# Taxes



## Sienna18 (Nov 11, 2017)

Where do I manually install my income on TurboTax trying to do my taxes?


----------



## Sariandan (Feb 3, 2018)

You need the Self Employed version.


----------



## Sienna18 (Nov 11, 2017)

Got it used it last year


----------



## Older Chauffeur (Oct 16, 2014)

You can switch to forms, upper right corner, IIRC. Use Schedule C for U/L income, Schedule SE to figure your SECA amount due. There is probably a worksheet for entering 1099 info, like the one that shows up if you use their Q and A format. I hope that answers your question.


----------



## Sienna18 (Nov 11, 2017)

Thanks i paid the 80 bucks then turbo tax can help me


----------



## Older Chauffeur (Oct 16, 2014)

Sienna18 said:


> Thanks i paid the 80 bucks then turbo tax can help me


Just curious- you don't like their "guide me through my return" system? I paid $39.95 at Costco for the Deluxe version.

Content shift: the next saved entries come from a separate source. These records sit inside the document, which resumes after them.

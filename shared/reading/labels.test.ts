import { describe, expect, it } from 'vitest';
import { mergedLabels } from './labels.ts';
import { readWords } from './words.fixture.ts';

describe('the lettering of a drawing', () => {
  const page = readWords(['MlXER V258'], { MlXER: 40 });
  const merged = (line: string, confidences: Record<string, number>): string[] =>
    mergedLabels(page, readWords([line], confidences), [250, 380, 1200, 80]).map(({ text }) => text);

  it('is the surer of two readings of the same print', () => {
    expect(merged('MIXER V25B', { MIXER: 90, V25B: 60 })).toEqual(['V258', 'MIXER']);
  });

  it('takes what only one reading has when that is sure, and no strokes', () => {
    expect(merged('            455 ii ||', { '455': 90, ii: 40, '||': 95 })).toEqual(['MlXER', 'V258', '455']);
  });
});
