import { median, middleOf } from './lines.ts';
import type { ReadingWord } from './reading.ts';

/** Below this confidence one or two letters on their own are more likely a speck than print. */
const speckBelow = 45;
const signsOnly = /^[^\p{L}\p{N}]+$/u;
/** The marker of a step, with its letter c read as a sign. */
const bentMarker = /^\(?[¢©][.,)]$/;
/** Signs that print does set on their own. */
const plainSigns = /^([–—&=+±%#*"”.]|\.{2,})$/u;

/**
 * Leaves out what dirt, punch holes and the stubs of rules were read as. The reading keeps them; the document does not,
 * for a speck that reads as a letter sends lines and rows astray. What stands in a row with other words is kept, however
 * doubtful: it may be a designator.
 */
export function withoutSpecks(words: readonly ReadingWord[]): ReadingWord[] {
  const letter = median(words.filter(({ text }) => text.length > 2).map(({ box }) => box[3]));
  const solid = words.filter(({ text, confidence }) => text.length > 2 && confidence >= speckBelow);
  const isAlone = ({ box }: ReadingWord): boolean =>
    !solid.some((other) => Math.abs(middleOf(other.box) - middleOf(box)) < letter * 0.7);
  return words.filter(
    (word) => !isSpeck(word, letter) && !(word.text.length <= 2 && word.confidence < 80 && isAlone(word)),
  );
}

function isSpeck({ text, confidence, box: [, , width, height] }: ReadingWord, letter: number): boolean {
  if (bentMarker.test(text) || text === '•') return false;
  if (signsOnly.test(text)) return confidence < 85 || !plainSigns.test(text);
  const isOddSize = height < letter * 0.45 || height > letter * 2.2 || (text.length > 2 && width < letter * 0.3);
  return isOddSize && confidence < 70;
}
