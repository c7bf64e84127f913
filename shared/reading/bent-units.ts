import { canonicalLetters, findUnit, unitDefinitions } from '#shared/units/definitions.ts';
import type { Mended } from './mended.ts';

/**
 * What becomes of the letters of units: the English model has no µ and no Ω, and takes the c of kc and mc for an e. Seen
 * on generated scans in typewriter, serif and sans faces; the letter as printed, then what it was read as.
 */
const bentLetters: Record<string, readonly string[]> = {
  µ: ['p', 'u', 'n', 'y', 'w'],
  c: ['e', 'o', '¢'],
  Ω: ['Q', 'QQ', 'Q2'],
};
/** Two µ side by side are also read as one letter. */
const bentPair = ['py', 'wp', 'p', 'y', 'n', 'w'];

/** Spellings that stand behind a number and are no units of their own. */
const furtherSpellings = ['dcw', 'Ω', 'kΩ', 'MΩ'];
const spellings = [
  ...unitDefinitions.flatMap(({ symbol, exact = [], anyCase = [] }) => [symbol, ...exact, ...anyCase]),
  ...furtherSpellings,
].filter((spelling) => spelling.length > 1 || spelling === 'Ω');

/** What a printed unit may have been read as, each with all that it may have been. */
const byBent = new Map<string, Set<string>>();
for (const spelling of new Set(spellings.map(canonicalLetters))) {
  for (const bent of bentFormsOf(spelling)) byBent.set(bent, (byBent.get(bent) ?? new Set()).add(spelling));
}

function bentFormsOf(spelling: string): string[] {
  const pairs = spelling.startsWith('µµ') ? bentPair.map((pair) => pair + spelling.slice(2)) : [];
  const letters = [...spelling].map((letter) => [letter, ...(bentLetters[letter] ?? [])]);
  const forms = letters.reduce<string[]>(
    (starts, choices) => starts.flatMap((start) => choices.map((each) => start + each)),
    [''],
  );
  return [...forms, ...pairs].filter((form) => form !== spelling);
}

/** "step 4 see figure 2" is no time. */
const englishWords = new Set(['see', 'ops']);

/** The unit that a word behind a number must have been, or null where it is one already or cannot be one. */
export function mendUnit(read: string): Mended | null {
  if (findUnit(read).ok || englishWords.has(read)) return null;
  // "Vv": typewriter letters whose small form looks like the large one come out as both.
  const single = /^([VWKC])([vwkc])$/.exec(read);
  if (single !== null && single[1] === single[2]?.toUpperCase()) return { text: single[2] ?? read, sure: true };
  const found = [...(byBent.get(read) ?? [])];
  const best = found.sort((a, b) => periodRank(a) - periodRank(b))[0];
  if (best === undefined) return null;
  return { text: best, sure: new Set(found.map(meaningOf)).size === 1 };
}

const meaningOf = (spelling: string): string => {
  const unit = findUnit(spelling);
  return unit.ok ? unit.value.symbol : spelling;
};
/** The small letters of the time before today's symbols: µf rather than µF. */
const periodRank = (spelling: string): number => (/[A-Z]/.test(spelling) ? 1 : 0);

/** `pf`, `uf` and their kin are units, and also what µf is read as. What they are in a manual that prints µ. */
const readAsMicro: Record<string, string> = {
  pf: 'µf',
  uf: 'µf',
  nf: 'µf',
  uh: 'µh',
  nh: 'µh',
  uv: 'µv',
  ua: 'µa',
  uw: 'µw',
  uuf: 'µµf',
  usec: 'µsec',
};
export const microFor = (read: string): string | undefined => readAsMicro[read];

/** Units that no manual prints, because they are what became of µ: where one stands, the manual prints µ. */
export const betraysMicro = (read: string): boolean => {
  const mended = mendUnit(read);
  return mended !== null && mended.text.includes('µ');
};
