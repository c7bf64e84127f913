import { type DocNode, type Zone, zoneAround } from '#shared/document/define-block.ts';
import type { PageDocument } from '#shared/document/page-document.ts';
import { currentVersion } from '#shared/document/upgrades.ts';
import type { LineKind } from './classify-line.ts';
import { findTables } from './find-tables.ts';
import { gatherLines } from './gather-lines.ts';
import { inlineOf } from './inline.ts';
import { type Line, bottomOf, lineFrom, linesOf, median, middleOf } from './lines.ts';
import { overlap } from './picture/figures.ts';
import type { Reading } from './reading.ts';
import { withoutSpecks } from './specks.ts';
import { tableBlock } from './table-block.ts';

type Piece = { node: DocNode; zone: Zone };

/** Running heads and feet stand within this share of the page's height from its edge, apart from the text. */
const marginShare = 0.075;
const runningMostWords = 12;

/** Makes the page document of a reading. The same reading always gives the same document, ids included. */
export function documentOf(reading: Reading): PageDocument {
  let count = 0;
  const nextId = (): string => `b${(count += 1)}`;
  const words = withoutSpecks(reading.words);
  const { figures } = reading;
  const tables = findTables(words).filter(({ zone }) => !figures.some((figure) => overlap(zone, figure) > 0.5));
  const isInside = (zone: Zone, zones: Zone[]): boolean => zones.some((other) => overlap(zone, other) > 0.5);
  const taken = [...tables.map(({ zone }) => zone), ...figures];
  const lines = linesOf(words.filter(({ box }) => !isInside(box, taken)));
  const { body, running } = partRunning(lines, reading);
  const labels = (zone: Zone): string =>
    words
      .filter(({ box }) => isInside(box, [zone]))
      .map(({ text }) => text)
      .join(' ')
      .slice(0, 500);
  const pieces: Piece[] = [
    ...running.filter(({ node }) => node.attrs?.['place'] === 'head'),
    ...inOrder([
      ...joinAdmonitions(gatherLines(body).map(({ kind, lines: own }) => pieceOf(kind, own))),
      ...tables.map((table) => ({ node: tableBlock(table, ''), zone: table.zone })),
      ...figures.map((zone) => ({ node: { type: 'figure', attrs: { zone, description: labels(zone) } }, zone })),
    ]),
    ...running.filter(({ node }) => node.attrs?.['place'] === 'foot'),
  ];
  const content = pieces.map(({ node }) => withIds(node, nextId));
  const empty: DocNode = { type: 'paragraph', attrs: { id: nextId(), zone: null } };
  return { type: 'doc', attrs: { version: currentVersion }, content: content.length > 0 ? content : [empty] };
}

const withIds = (node: DocNode, nextId: () => string): DocNode => ({
  ...node,
  attrs: { ...node.attrs, id: nextId() },
  ...(node.type === 'admonition' ? { content: (node.content ?? []).map((child) => withIds(child, nextId)) } : {}),
});

/** Text keeps the engine's order; tables and figures go before the first piece of text that starts below them. */
function inOrder(pieces: Piece[]): Piece[] {
  const isText = ({ node }: Piece): boolean => node.type !== 'table' && node.type !== 'figure';
  const placed = pieces.filter(isText);
  for (const piece of pieces.filter((each) => !isText(each))) {
    const middle = middleOf(piece.zone);
    const at = placed.findIndex(({ zone }) => zone[1] > middle);
    placed.splice(at < 0 ? placed.length : at, 0, piece);
  }
  return placed;
}

function partRunning(lines: Line[], { width, height }: Reading): { body: Line[]; running: Piece[] } {
  const usual = median(lines.map(({ zone }) => zone[3]));
  const isAlone = (line: Line): boolean =>
    lines.every(
      (other) =>
        other === line || Math.abs(middleOf(other.zone) - middleOf(line.zone)) > usual * 2.2 || sameRow(other, line),
    );
  const placeOf = (line: Line): 'head' | 'foot' | null => {
    if (line.words.length > runningMostWords || line.zone[2] > width * 0.9) return null;
    if (bottomOf(line.zone) < height * marginShare) return 'head';
    if (line.zone[1] > height * (1 - marginShare)) return 'foot';
    if (line.zone[1] < height * marginShare * 1.4 && isAlone(line) && line === lines[0]) return 'head';
    return null;
  };
  const running: { place: 'head' | 'foot'; line: Line }[] = [];
  const body: Line[] = [];
  for (const line of lines) {
    const place = placeOf(line);
    const beside = running.find((other) => sameRow(other.line, line));
    if (place === null) body.push(line);
    else if (beside === undefined) running.push({ place, line });
    else beside.line = lineFrom([...beside.line.words, ...line.words]);
  }
  const pieces = running.map(({ place, line: { words, zone } }): Piece => ({
    node: { type: 'running', attrs: { zone, place }, content: inlineOf(words) },
    zone,
  }));
  return { body, running: pieces };
}

const sameRow = (a: Line, b: Line): boolean => Math.abs(middleOf(a.zone) - middleOf(b.zone)) < a.zone[3] * 0.5;

function pieceOf(kind: LineKind, lines: Line[]): Piece {
  const zone = zoneAround(lines.map((line) => line.zone));
  const words = lines.flatMap((line) => line.words);
  if (kind.kind === 'step') {
    const attrs = { zone, marker: kind.marker, depth: kind.depth };
    return { zone, node: { type: 'step', attrs, content: inlineOf(words.slice(kind.markerWords)) } };
  }
  if (kind.kind === 'admonition-word')
    return { zone, node: { type: 'admonition', attrs: { zone, kind: kind.word }, content: [] } };
  if (kind.kind === 'heading')
    return { zone, node: { type: 'heading', attrs: { zone, level: kind.level }, content: inlineOf(words) } };
  if (kind.kind === 'caption')
    return { zone, node: { type: 'caption', attrs: { zone, of: kind.of }, content: inlineOf(words) } };
  return { zone, node: { type: 'paragraph', attrs: { zone }, content: inlineOf(words) } };
}

/** The paragraph behind WARNING, CAUTION or NOTE is what it says; with nothing behind it, the word itself is kept as a heading. */
function joinAdmonitions(pieces: Piece[]): Piece[] {
  const joined: Piece[] = [];
  for (let at = 0; at < pieces.length; at += 1) {
    const piece = pieces[at];
    if (piece === undefined) continue;
    const next = pieces[at + 1];
    if (piece.node.type !== 'admonition') joined.push(piece);
    else if (next?.node.type === 'paragraph') {
      const zone = zoneAround([piece.zone, next.zone]);
      joined.push({ zone, node: { ...piece.node, attrs: { ...piece.node.attrs, zone }, content: [next.node] } });
      at += 1;
    } else {
      const text = String(piece.node.attrs?.['kind']).toUpperCase();
      joined.push({
        zone: piece.zone,
        node: { type: 'heading', attrs: { zone: piece.zone, level: 3 }, content: [{ type: 'text', text }] },
      });
    }
  }
  return joined;
}
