import { type DocNode, zoneAround } from '#shared/document/define-block.ts';
import type { FoundRow, FoundTable } from './find-tables.ts';
import { inlineOf } from './inline.ts';
import { tableKind } from './type-columns.ts';
import { type RowRole, typedTable } from './typed-table.ts';

/** A table block from a found table: its rows sorted into heading, section and body rows, and its columns typed. */
export function tableBlock(found: FoundTable, id: string): DocNode {
  const { roles, columns } = typedTable(found);
  return {
    type: 'table',
    attrs: { id, zone: found.zone, kind: tableKind(columns.map(({ meaning }) => meaning)), columns },
    content: found.rows.map((row, index) => rowNode(row, roles[index] ?? 'body')),
  };
}

function rowNode({ cells, zone }: FoundRow, role: RowRole): DocNode {
  const type = role === 'head' ? 'tableHeader' : 'tableCell';
  return {
    type: 'tableRow',
    attrs: { role, zone },
    content: cells.map((words) => ({
      type,
      attrs: {
        zone: words.length === 0 ? null : zoneAround(words.map(({ box }) => box)),
        colspan: 1,
        rowspan: 1,
        colwidth: null,
      },
      content: [{ type: 'paragraph', attrs: { id: null, zone: null }, content: inlineOf(words) }],
    })),
  };
}
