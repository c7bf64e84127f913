import { type Line, lineText } from './lines.ts';

/** What a line of print starts or is; `text` goes on with whatever came before. */
export type LineKind =
  | { kind: 'admonition-word'; word: 'warning' | 'caution' | 'note' }
  | { kind: 'heading'; level: 1 | 2 | 3 }
  | { kind: 'step'; marker: string; markerWords: number; depth: number }
  | { kind: 'caption'; of: 'figure' | 'table' }
  | { kind: 'text' };

const spaced = (word: string): string => [...word].join('\\s*');
const admonition = new RegExp(`^\\W*(${['WARNING', 'CAUTION', 'NOTE'].map(spaced).join('|')})\\W*$`, 'i');
const captionStart = /^(fig(?:ure|\.)?|table)\s*[0-9]+[-–.0-9A-Z]*[.:)]?\b/i;
const chapter = /^(section|chapter|part|appendix)\s+([IVXLC]+|\d+|[A-Z])\b/i;
const numbered = /^(\d+(?:[-–.]\d+)+)[.,]?$/;
/** "a." "(3)" "12." "b)" - one or two letters or digits with a closing sign, as steps are marked. */
const marker = /^\(?([a-z]{1,2}|[A-Z]|\d{1,2})[.)]$/;
/** How recognition bends a lone small letter with its stop: "Cc." for "c.", "c," or "¢." for "c.". */
const bentMarker = /^(\(?)([A-Z])?([a-z])([.,)])$/;
const longestHeadingWords = 9;

/** Says what a line is by its words alone; its place on the page is for the caller to judge. */
export function classifyLine(line: Line): LineKind {
  const text = lineText(line);
  const word = admonition.exec(text)?.[1]?.replace(/\s/g, '').toLowerCase();
  if (word !== undefined && line.words.length <= 8)
    return { kind: 'admonition-word', word: word as 'warning' | 'caution' | 'note' };
  if (captionStart.test(text)) return { kind: 'caption', of: /^t/i.test(text) ? 'table' : 'figure' };
  if (chapter.test(text) && line.words.length <= longestHeadingWords) return { kind: 'heading', level: 1 };
  return headingOrStep(line, text);
}

function headingOrStep({ words }: Line, text: string): LineKind {
  const first = straightened(words[0]?.text ?? '');
  const rest = words
    .slice(1)
    .map((each) => each.text)
    .join(' ');
  const isMarked = marker.test(first);
  if (isStep(first, rest)) {
    return { kind: 'step', marker: first, markerWords: 1, depth: first.startsWith('(') ? 1 : 0 };
  }
  const isShort = words.length <= longestHeadingWords;
  const isHeading = isShort && (numbered.test(first) ? isCapitals(rest) : isCapitals(text) && /[A-Z]{3}/.test(text));
  return isHeading ? { kind: 'heading', level: isMarked ? 3 : 2 } : { kind: 'text' };
}

const isStep = (first: string, rest: string): boolean =>
  rest !== '' && (first === '•' || (marker.test(first) && !isCapitals(rest)));

function straightened(printed: string): string {
  const word = printed.replace(/[¢©]/, 'c');
  const [, open = '', capital, letter = '', close = ''] = bentMarker.exec(word) ?? [];
  if (letter === '' || (capital !== undefined && capital.toLowerCase() !== letter)) return word;
  return `${open}${letter}${close === ',' ? '.' : close}`;
}

/** All capitals, digits and signs, with at least one word of them. */
const isCapitals = (text: string): boolean =>
  /[A-Z]{2}/.test(text) && !/[a-z]/.test(text.replace(/\b(mc|kc|cps|ma|mfd|uuf)\b/g, ''));
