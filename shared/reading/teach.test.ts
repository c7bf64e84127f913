import { describe, expect, it } from 'vitest';
import type { DocNode } from '#shared/document/define-block.ts';
import type { PageDocument } from '#shared/document/page-document.ts';
import { allNodes } from '#shared/document/text-of.ts';
import { habitsFrom, lessonsOf } from './lessons.ts';
import type { Reading } from './reading.ts';
import { documentOf } from './structure.ts';
import { taught } from './teach.ts';
import { readWords, readingOf } from './words.fixture.ts';

const readingOfLines = (lines: readonly string[], confidences: Record<string, number> = {}) =>
  readingOf(readWords(lines, confidences));
const corrected = (reading: Reading, from: string, to: string): DocNode =>
  JSON.parse(JSON.stringify(documentOf(reading)).replaceAll(`"text":"${from}"`, `"text":"${to}"`)) as DocNode;
const doubts = (document: DocNode) =>
  [...allNodes(document)].flatMap(({ text, marks }) =>
    (marks ?? []).filter(({ type }) => type === 'doubt').map(({ attrs }) => ({ text, ...attrs })),
  );

const first = readingOfLines(['Adjust the discriminator for zero.', 'The discriminator is in the first if can.']);
const second = readingOfLines(['Turn the discriminator by hand.']);
const vouching = [lessonsOf(documentOf(first), first), lessonsOf(documentOf(second), second)];
const page = (lines: readonly string[], confidences: Record<string, number> = {}): PageDocument =>
  documentOf(readingOfLines(lines, confidences));

describe('a manual that learns from its corrected pages', () => {
  it('no longer doubts a word that stands on two of them', () => {
    const unsure = page(['Set the discriminator again.'], { discriminator: 50 });
    expect(doubts(unsure)).toHaveLength(1);
    expect(doubts(taught(unsure, habitsFrom(vouching, [])))).toEqual([]);
    expect(doubts(taught(unsure, habitsFrom(vouching.slice(0, 1), [])))).toHaveLength(1);
  });

  it('proposes the known word that a doubtful one looks like', () => {
    const bent = page(['Set the discrlminator again.'], { discrlminator: 50 });
    expect(doubts(taught(bent, habitsFrom(vouching, [])))).toMatchObject([{ proposals: ['discriminator'] }]);
  });

  it('doubts what was corrected elsewhere, with what it was made into, however sure the reading is', () => {
    const read = readingOfLines(['Trim the tnmmer slowly.']);
    const lesson = lessonsOf(corrected(read, 'tnmmer', 'trimmer'), read);
    expect(lesson.corrections).toEqual([{ read: 'tnmmer', meant: 'trimmer', times: 1 }]);
    const elsewhere = taught(page(['The tnmmer, again.']), habitsFrom([lesson], []));
    expect(doubts(elsewhere)).toEqual([{ text: 'tnmmer,', reason: 'corrected-elsewhere', proposals: ['trimmer,'] }]);
  });

  it('lets a unit of its own stand as it was read', () => {
    const usual = page(['C14 is 100 uuf mica, C15 is 47 kc.']);
    const guessed = JSON.parse(
      JSON.stringify(usual).replace(
        /"text":"uuf","marks":\[(\{[^}]*\}[^}]*\})/,
        '"text":"µµf","marks":[$1,{"type":"doubt","attrs":{"reason":"sign-guessed","proposals":["uuf"]}}',
      ),
    ) as PageDocument;
    expect(doubts(guessed)).toHaveLength(1);
    const own = taught(guessed, habitsFrom([], ['uuf']));
    expect(doubts(own)).toEqual([]);
    expect(JSON.stringify(own)).toContain('"text":"uuf"');
    expect(doubts(taught(guessed, habitsFrom([], [])))).toHaveLength(1);
  });

  it('learns nothing from a word that is still in doubt, nor from plain numbers', () => {
    const read = readingOfLines(['Feed 455 to the grid'], { grid: 40 });
    expect(lessonsOf(documentOf(read), read).words).toEqual(['Feed', 'the']);
  });
});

It has everything you need for self employment, on CD with a download option, good for five returns including state.


----------



## Sienna18 (Nov 11, 2017)

Didn't know that know I do


----------



## andybox1069 (Jan 5, 2019)

What about if you have other income besides uber?


----------



## Sienna18 (Nov 11, 2017)

That part is easy if you use TurboTax all you do is take a picture of your W-2 and it does the rest for you you're going to have that answer some questions but it's pretty easy


----------